Despite all the advantages and pleasures of living in the Holy Land, dwelling in the land of our forefathers is not without its challenges. Here are some practical suggestions for dealing with, and rising above, these challenges.
Despite all of the compelling reasons to live here, it is nonetheless very painful to be so far away from family. In my opinion, this is the hardest obstacle to overcome when immigrating to Israel.
If it weren't for the daily hope of the coming of the Messiah (Mashiach) when all of the Jewish people will return to Israel, I probably wouldn't be able to deal very well with the absence of my family.
The belief in the advent of the Messianic age is not some vague hope or mere lip service. According to Jewish law, it is incumbent upon us to believe in the coming of the Messiah (Mashiach). This belief must be a deeply internalized anticipation of an actual, imminent reality. We have to anticipate his arrival daily. So when I wake up each morning, I'm convinced that some time during the day I will see my family from America and we will "do lunch", or perhaps share an early dinner.
From time immemorial, the trick to getting good service is to set a pleasant tone from the onset of the interaction with the service provider. This is true in Israel and in any country in the world. Whether it's a waiter, a clerk, or a flight attendant, when you begin communicating with a smile, a sincere compliment, or an expression of gratitude or empathy, the person on the receiving end of your kindness will want to give you the best service possible.
I have an ongoing collection of stories of how clerks from the Israeli Ministry of the Interior bent over backwards to help me and performed tasks bordering on the miraculous to get me what I needed. This was all because I spoke to them as they deserve to be spoken to - as fellow human beings created in the image of God. (This is true even for employees at the Department of Motor Vehicles.)

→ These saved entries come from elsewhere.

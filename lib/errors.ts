/** What can go wrong on purpose. Anything else is a fault, logged and shown as "something went wrong". */
export type ErrorCode =
  | "signed-out"
  | "not-found"
  | "not-allowed"
  | "invalid"
  | "stale"
  | "taken"
  | "too-many"
  | "too-large"
  | "wrong-kind"
  | "refused";

const STATUS: Record<ErrorCode, number> = {
  "signed-out": 401,
  "not-found": 404,
  "not-allowed": 403,
  invalid: 400,
  stale: 409,
  taken: 409,
  "too-many": 429,
  "too-large": 413,
  "wrong-kind": 415,
  refused: 422,
};

const PLAIN: Record<ErrorCode, string> = {
  "signed-out": "Sign in to go on. What you typed is still here.",
  "not-found": "That is not here. It may have been removed, or the link is not for you.",
  "not-allowed": "Your position in this production does not include that. Ask its music director.",
  invalid: "Something in the form needs another look.",
  stale: "Someone changed this while you were looking. Load it again and repeat your change.",
  taken: "That is already taken.",
  "too-many": "That was tried too often. Wait a few minutes and try again.",
  "too-large": "That file is too large.",
  "wrong-kind": "That kind of file cannot be read here.",
  refused: "That cannot be done as it stands.",
};

export type ErrorExtras = {
  /** Messages by form field, shown beside the field. */
  fields?: Record<string, string>;
  /** Seconds to wait, for `too-many`. */
  retryAfter?: number;
};

/** An error whose message may be shown to the person: it says what happened and what to do next. */
export class AppError extends Error {
  readonly code: ErrorCode;
  readonly fields: Record<string, string> | undefined;
  readonly retryAfter: number | undefined;

  constructor(code: ErrorCode, message?: string, extras: ErrorExtras = {}) {
    super(message ?? PLAIN[code]);
    this.name = "AppError";
    this.code = code;
    this.fields = extras.fields;
    this.retryAfter = extras.retryAfter;
  }

  /** The HTTP status a route answers with for this error. */
  get status(): number {
    return STATUS[this.code];
  }
}

export type ActionError = {
  code: ErrorCode | "fault";
  message: string;
  fields?: Record<string, string>;
};

/** What every server action returns: never a thrown error, always one of these two. */
export type ActionResult<T> = { ok: true; data: T } | { ok: false; error: ActionError };

/** An error as one of ours where it is one: a malformed id counts as an id that does not exist. */
export function asAppError(error: unknown): AppError | null {
  if (error instanceof AppError) return error;
  for (const candidate of [error, error instanceof Error ? error.cause : null]) {
    if (candidate instanceof Error && candidate.name === "NotAnIdError")
      return new AppError("not-found");
  }
  return null;
}
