import { Skeleton, SkeletonRows } from "@/components/ui/skeleton";

export default function PeopleLoading() {
  return (
    <div>
      <Skeleton className="h-11 w-40" />
      <Skeleton className="mt-2 mb-6 h-5 w-full max-w-md" />
      <SkeletonRows rows={8} label="The people are on their way" />
    </div>
  );
}
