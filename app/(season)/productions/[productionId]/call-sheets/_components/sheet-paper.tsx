import type { ReactNode } from "react";
import { RehearsalMark } from "@/components/layout/rehearsal-mark";
import type { CallSheet, CallSheetBlock } from "@/lib/call-sheets/types";
import { dayAndClock, longDay } from "@/lib/format-dates";
import { groupBy } from "@/lib/group-by";
import "./sheet-paper.css";

type Props = {
  sheet: CallSheet;
  paper: "A4" | "Letter";
  locale: string;
  /** Not issued yet: no number and no time of sending. */
  preview?: boolean;
};

/** A call sheet as it prints: black on white, what changed first, names in full. */
export function SheetPaper({ sheet, paper, locale, preview = false }: Props) {
  return (
    <article
      className={`${paper === "A4" ? "paper-a4" : "paper-letter"} border border-rule bg-sheet p-4 text-ink sm:p-8 print:border-0 print:p-0`}
    >
      <header className="flex flex-wrap items-end justify-between gap-x-8 gap-y-2 border-b-4 border-double border-ink pb-3">
        <div>
          <p>
            <cite className="text-xl">{sheet.productionTitle}</cite>
          </p>
          <h2 className="text-3xl">{longDay(sheet.localDate, locale)}</h2>
        </div>
        <p className="text-sm sm:text-right">
          {preview ? (
            <>As it stands now, not issued</>
          ) : (
            <>
              Call sheet, issue {sheet.issueNumber}
              <br />
              sent {dayAndClock(new Date(sheet.issuedAt), sheet.zone, locale)}
            </>
          )}
          {sheet.replaces !== undefined && (
            <>
              <br />
              replaces {sheet.replaces}
            </>
          )}
        </p>
      </header>
      {sheet.changed.length > 0 && (
        <p className="mt-4 border border-ink p-3 text-sm">
          <strong>Changed since the last issue:</strong> {sheet.changed.join("; ")}.
        </p>
      )}
      {sheet.blocks.length === 0 ? (
        <p className="my-8 font-serif text-xl">Nobody is called on this day.</p>
      ) : (
        <SheetTable sheet={sheet} />
      )}
      <div className="mt-6 grid gap-x-8 gap-y-4 border-t border-ink pt-3 text-sm sm:grid-cols-3 print:grid-cols-3">
        <Released released={sheet.released} />
        <Part title="Music" lines={sheet.music} />
        <div className="flex flex-col gap-4">
          <Part title="Next" lines={sheet.tomorrow} />
          <Part title="Away" lines={sheet.away} />
        </div>
      </div>
      <footer className="mt-6 flex flex-wrap justify-between gap-x-8 gap-y-2 border-t-4 border-double border-ink pt-3 text-sm">
        <div className="max-w-prose">
          {sheet.notes.map((note) => (
            <p key={note}>{note}</p>
          ))}
        </div>
        {sheet.contact !== undefined && <p>{sheet.contact}</p>}
      </footer>
    </article>
  );
}

function SheetTable({ sheet }: { sheet: CallSheet }) {
  return (
    <table
      role="table"
      className="mt-4 w-full border-collapse text-left text-sm max-sm:block print:table"
    >
      <caption className="sr-only">Who is called when, for what and where</caption>
      <thead role="rowgroup" className="max-sm:sr-only print:not-sr-only print:table-header-group">
        <tr role="row">
          {["When", "What", "Who", "Where"].map((heading) => (
            <th
              key={heading}
              role="columnheader"
              scope="col"
              className="border-b border-ink py-2 pr-3"
            >
              {heading}
            </th>
          ))}
        </tr>
      </thead>
      <tbody role="rowgroup" className="max-sm:block print:table-row-group">
        {sheet.blocks.map((block) => (
          <tr
            key={block.id ?? block.from}
            role="row"
            className="border-b border-ink max-sm:block max-sm:py-2 print:table-row"
          >
            <Cell className="font-bold whitespace-nowrap">
              {block.from}–{block.to}
            </Cell>
            <Cell className="sm:w-1/4">
              <What block={block} />
            </Cell>
            <Cell>{block.who.join(", ")}</Cell>
            <Cell>{block.where}</Cell>
          </tr>
        ))}
      </tbody>
    </table>
  );
}

function Cell({ children, className = "" }: { children: ReactNode; className?: string }) {
  return (
    <td
      role="cell"
      className={`py-2 pr-3 align-top max-sm:block max-sm:py-0.5 print:table-cell print:py-2 ${className}`}
    >
      {children}
    </td>
  );
}

function What({ block }: { block: CallSheetBlock }) {
  const detail = [block.detail ?? "", block.bars === undefined ? "" : `bars ${block.bars}`]
    .filter(Boolean)
    .join(", ");
  return (
    <>
      <span className="flex items-baseline gap-1.5">
        {block.numberLabel !== undefined && <RehearsalMark>{block.numberLabel}</RehearsalMark>}
        <span className="font-serif text-lg leading-tight">{block.title}</span>
      </span>
      {detail !== "" && <span className="block">{detail}</span>}
    </>
  );
}

/** Who may go when: people who go together share a line. */
function Released({ released }: { released: CallSheet["released"] }) {
  const byTime = [...groupBy(released, ({ at }) => at)];
  if (byTime.length === 0) return null;
  return (
    <div>
      <h3 className="font-sans text-sm font-bold">Released</h3>
      {byTime.map(([at, people]) => (
        <p key={at}>
          <strong>{at}</strong> {people.map(({ who }) => who).join(", ")}
        </p>
      ))}
    </div>
  );
}

function Part({ title, lines }: { title: string; lines: readonly string[] }) {
  if (lines.length === 0) return null;
  return (
    <div>
      <h3 className="font-sans text-sm font-bold">{title}</h3>
      {lines.map((line) => (
        <p key={line}>{line}</p>
      ))}
    </div>
  );
}
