"use client";

import { Button } from "@/components/ui/button";
import { EmptyState } from "@/components/ui/empty-state";

export default function PeopleError({ retry }: { retry: () => void }) {
  return (
    <EmptyState
      level={1}
      title="The people could not be shown"
      action={
        <Button kind="primary" onClick={() => retry()}>
          Try again
        </Button>
      }
    >
      Something went wrong on our side. Positions and invitations are as they were.
    </EmptyState>
  );
}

The Talmud teaches us that as we approach the Messianic age, the generation preceding it will be filled with negative character traits. Although I try to see the best in everyone, that doesn't mean that I'm naive or blind to the reality of the social fabric of Israel today.
However, non-Israelis often translate Israeli culture in their own subjective terms. These interpretations often lead to negative understandings. Over the years, I have come to appreciate many cultural phenomena in Israel. In particular, I appreciate the tendency of Israelis to be brutally honest and direct. I know exactly where I stand with my Israeli friends and colleagues. This is a refreshing change from some of the vague or misleading messages I often receive from my American counterparts.
I have learned to temporarily suspend judgment when I'm the recipient of certain Israeli behaviors and attitudes until I come up with alternative explanations. When we open up our hearts and minds to different interpretations of cultural behavior, we are often pleasantly surprised by what we see, hear, and feel in this society.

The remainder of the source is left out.